• [ASSIGNMENT]:
Please output the line that contains "return Object.fromEntries(fresh) as" and all later lines of the material, exactly, through the end.
━━━━━━━━━━━━━━━━━━━━
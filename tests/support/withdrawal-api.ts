import type { Client } from './api.js';

/** Takes a thing back for good; the answer is still to be looked at. */
export function withdraw(
  client: Client,
  itemType: string,
  itemId: string,
  changes: { leavesTrace?: boolean; askedById?: string } = {},
) {
  const path = `/api/communities/${client.communityId}/items/${itemType}/${itemId}/withdrawal`;
  return client.post(path, { leavesTrace: false, askedById: null, ...changes });
}
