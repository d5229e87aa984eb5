import type { AddedPerson, Role } from '#shared/contracts/people.js';
import type { Someone } from '../../docker-free-scripts/lib/visibility-rules.js';
import type { Client, TestApi } from './api.js';
import { DEMO_PASSWORD } from '#server/features/demo/demo-villages.data.js';
import { openVillage, type Village } from './calendar-api.js';

export interface LevelledPeople extends Village {
  staff: Client;
  observer: Client;
  officer2: Client;
  /** One browser for each relation to a thing: elder A-1 gives, A-2 comes after them. */
  people: Record<Someone, Client>;
}

/**
 * The demo village's people and two more, for everybody of the demo is something else besides: an elder who neither
 * gives nor belongs to the group, and an observer who does not.
 */
export async function openLevelledPeople(api: TestApi): Promise<LevelledPeople> {
  const village = await openVillage(api);
  const [staff, observer, officer2, visitor] = await Promise.all([
    api.signIn('staff'),
    api.signIn('observer'),
    api.signIn('officer2'),
    api.visitor(),
  ]);
  const plainObserver = await newcomer(api, village.steward, 'Talu', 'observer');
  const plainElder = await newcomer(api, village.steward, 'Elder A-4', 'elder');
  return {
    ...{ ...village, staff, observer, officer2 },
    people: {
      visitor,
      'officer of another village': officer2,
      observer: plainObserver,
      staff,
      officer: village.officer,
      steward: village.steward,
      elder: plainElder,
      'member of the group': observer,
      giver: village.elder,
      successor: village.elder2,
    },
  };
}

const PASSWORD = 'holes and pegs';
const addressOf = (name: string) => `${name.replace(/\W/gu, '')}@example.org`.toLowerCase();

async function newcomer(api: TestApi, steward: Client, name: string, role: Role): Promise<Client> {
  const email = addressOf(name);
  const path = `/api/communities/${steward.communityId}/people`;
  const added = (await steward.post(path, { email, displayName: name, roles: [role] }).expect(201))
    .body as AddedPerson;
  const browser = await api.visitor();
  const code = added.oneTimeCode;
  await browser.post('/api/session/code', { email, code, newPassword: PASSWORD }).expect(200);
  return browser;
}

/** Signs everybody in anew, on the day that the clock shows: older sessions are over. */
export async function signInAgain(
  api: TestApi,
  people: Record<Someone, Client>,
): Promise<Record<Someone, Client>> {
  const fresh: [string, Client][] = await Promise.all(
    Object.entries(people).map(async ([name, { session }]): Promise<[string, Client]> => {
      const browser = await api.visitor();
      const person = session.person;
      if (person !== null) {
        const isNew = person.email.endsWith('@example.org');
        const password = isNew ? PASSWORD : DEMO_PASSWORD;
        await browser.post('/api/session', { email: person.email, password }).expect(200);
      }
      return [name, browser];
    }),
  );
  return Object.fromEntries(fresh) as Record<Someone, Client>;
}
━━━━━━━━━━━━━━━━━━━━
• [ANSWER TO THE EXERCISE]:
  return Object.fromEntries(fresh) as Record<Someone, Client>;
}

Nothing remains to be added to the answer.